**Exercise aim**
What you need to do is retype every entry exactly as written.

───

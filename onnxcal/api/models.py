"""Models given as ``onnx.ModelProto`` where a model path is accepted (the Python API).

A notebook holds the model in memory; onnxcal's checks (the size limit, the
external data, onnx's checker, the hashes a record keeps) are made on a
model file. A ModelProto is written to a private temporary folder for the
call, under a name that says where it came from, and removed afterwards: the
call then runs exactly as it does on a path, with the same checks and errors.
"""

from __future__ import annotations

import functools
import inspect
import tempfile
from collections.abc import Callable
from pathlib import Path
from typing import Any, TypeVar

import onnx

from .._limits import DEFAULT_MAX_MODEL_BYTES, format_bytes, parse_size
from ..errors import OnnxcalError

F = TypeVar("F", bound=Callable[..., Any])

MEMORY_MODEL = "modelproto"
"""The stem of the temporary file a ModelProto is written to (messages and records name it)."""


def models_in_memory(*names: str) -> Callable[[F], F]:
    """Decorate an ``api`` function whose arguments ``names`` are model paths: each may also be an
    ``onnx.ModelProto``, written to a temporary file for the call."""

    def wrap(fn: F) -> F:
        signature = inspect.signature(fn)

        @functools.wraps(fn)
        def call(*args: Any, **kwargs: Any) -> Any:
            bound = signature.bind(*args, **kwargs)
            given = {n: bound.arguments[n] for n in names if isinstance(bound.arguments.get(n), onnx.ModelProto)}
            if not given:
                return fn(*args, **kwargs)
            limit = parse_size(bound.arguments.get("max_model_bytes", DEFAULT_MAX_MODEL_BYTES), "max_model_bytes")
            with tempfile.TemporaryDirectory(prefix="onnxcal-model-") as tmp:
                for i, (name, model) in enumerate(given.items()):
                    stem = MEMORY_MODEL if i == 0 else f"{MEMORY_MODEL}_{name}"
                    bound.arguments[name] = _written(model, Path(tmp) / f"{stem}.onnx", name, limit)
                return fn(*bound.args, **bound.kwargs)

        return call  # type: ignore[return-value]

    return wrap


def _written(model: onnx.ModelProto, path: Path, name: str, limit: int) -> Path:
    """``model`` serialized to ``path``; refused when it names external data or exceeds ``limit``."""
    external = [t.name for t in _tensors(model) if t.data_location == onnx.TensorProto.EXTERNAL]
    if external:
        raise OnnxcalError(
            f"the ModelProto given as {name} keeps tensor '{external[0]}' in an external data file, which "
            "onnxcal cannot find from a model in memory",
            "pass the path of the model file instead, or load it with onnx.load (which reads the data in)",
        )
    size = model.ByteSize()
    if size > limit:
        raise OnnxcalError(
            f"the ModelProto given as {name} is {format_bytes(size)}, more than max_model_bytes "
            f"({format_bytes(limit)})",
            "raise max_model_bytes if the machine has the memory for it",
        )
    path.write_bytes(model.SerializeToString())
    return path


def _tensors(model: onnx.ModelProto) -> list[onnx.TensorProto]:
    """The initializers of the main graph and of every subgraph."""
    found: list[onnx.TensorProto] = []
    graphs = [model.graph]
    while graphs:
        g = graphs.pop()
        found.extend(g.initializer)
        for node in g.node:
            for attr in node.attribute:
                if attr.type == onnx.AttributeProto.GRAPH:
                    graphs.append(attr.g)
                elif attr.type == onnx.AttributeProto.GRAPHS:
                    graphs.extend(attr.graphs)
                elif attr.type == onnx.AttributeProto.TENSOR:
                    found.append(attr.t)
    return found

───

**Your response**
filename onnxcal/api/models.py
"""Models given as ``onnx.ModelProto`` where a model path is accepted (the Python API).

A notebook holds the model in memory; onnxcal's checks (the size limit, the
external data, onnx's checker, the hashes a record keeps) are made on a
model file. A ModelProto is written to a private temporary folder for the
call, under a name that says where it came from, and removed afterwards: the
call then runs exactly as it does on a path, with the same checks and errors.
"""

from __future__ import annotations

import functools
import inspect
import tempfile
from collections.abc import Callable
from pathlib import Path
from typing import Any, TypeVar

import onnx

from .._limits import DEFAULT_MAX_MODEL_BYTES, format_bytes, parse_size
from ..errors import OnnxcalError

F = TypeVar("F", bound=Callable[..., Any])

MEMORY_MODEL = "modelproto"
"""The stem of the temporary file a ModelProto is written to (messages and records name it)."""


def models_in_memory(*names: str) -> Callable[[F], F]:
    """Decorate an ``api`` function whose arguments ``names`` are model paths: each may also be an
    ``onnx.ModelProto``, written to a temporary file for the call."""

    def wrap(fn: F) -> F:
        signature = inspect.signature(fn)

        @functools.wraps(fn)
        def call(*args: Any, **kwargs: Any) -> Any:
            bound = signature.bind(*args, **kwargs)
            given = {n: bound.arguments[n] for n in names if isinstance(bound.arguments.get(n), onnx.ModelProto)}
            if not given:
                return fn(*args, **kwargs)
            limit = parse_size(bound.arguments.get("max_model_bytes", DEFAULT_MAX_MODEL_BYTES), "max_model_bytes")
            with tempfile.TemporaryDirectory(prefix="onnxcal-model-") as tmp:
                for i, (name, model) in enumerate(given.items()):
                    stem = MEMORY_MODEL if i == 0 else f"{MEMORY_MODEL}_{name}"
                    bound.arguments[name] = _written(model, Path(tmp) / f"{stem}.onnx", name, limit)
                return fn(*bound.args, **bound.kwargs)

        return call  # type: ignore[return-value]

    return wrap


def _written(model: onnx.ModelProto, path: Path, name: str, limit: int) -> Path:
    """``model`` serialized to ``path``; refused when it names external data or exceeds ``limit``."""
    external = [t.name for t in _tensors(model) if t.data_location == onnx.TensorProto.EXTERNAL]
    if external:
        raise OnnxcalError(
            f"the ModelProto given as {name} keeps tensor '{external[0]}' in an external data file, which "
            "onnxcal cannot find from a model in memory",
            "pass the path of the model file instead, or load it with onnx.load (which reads the data in)",
        )
    size = model.ByteSize()
    if size > limit:
        raise OnnxcalError(
            f"the ModelProto given as {name} is {format_bytes(size)}, more than max_model_bytes "
            f"({format_bytes(limit)})",
            "raise max_model_bytes if the machine has the memory for it",
        )
    path.write_bytes(model.SerializeToString())
    return path


def _tensors(model: onnx.ModelProto) -> list[onnx.TensorProto]:
    """The initializers of the main graph and of every subgraph."""
    found: list[onnx.TensorProto] = []
    graphs = [model.graph]
    while graphs:
        g = graphs.pop()
        found.extend(g.initializer)
        for node in g.node:
            for attr in node.attribute:
                if attr.type == onnx.AttributeProto.GRAPH:
                    graphs.append(attr.g)
                elif attr.type == onnx.AttributeProto.GRAPHS:
                    graphs.extend(attr.graphs)
                elif attr.type == onnx.AttributeProto.TENSOR:
                    found.append(attr.t)
    return found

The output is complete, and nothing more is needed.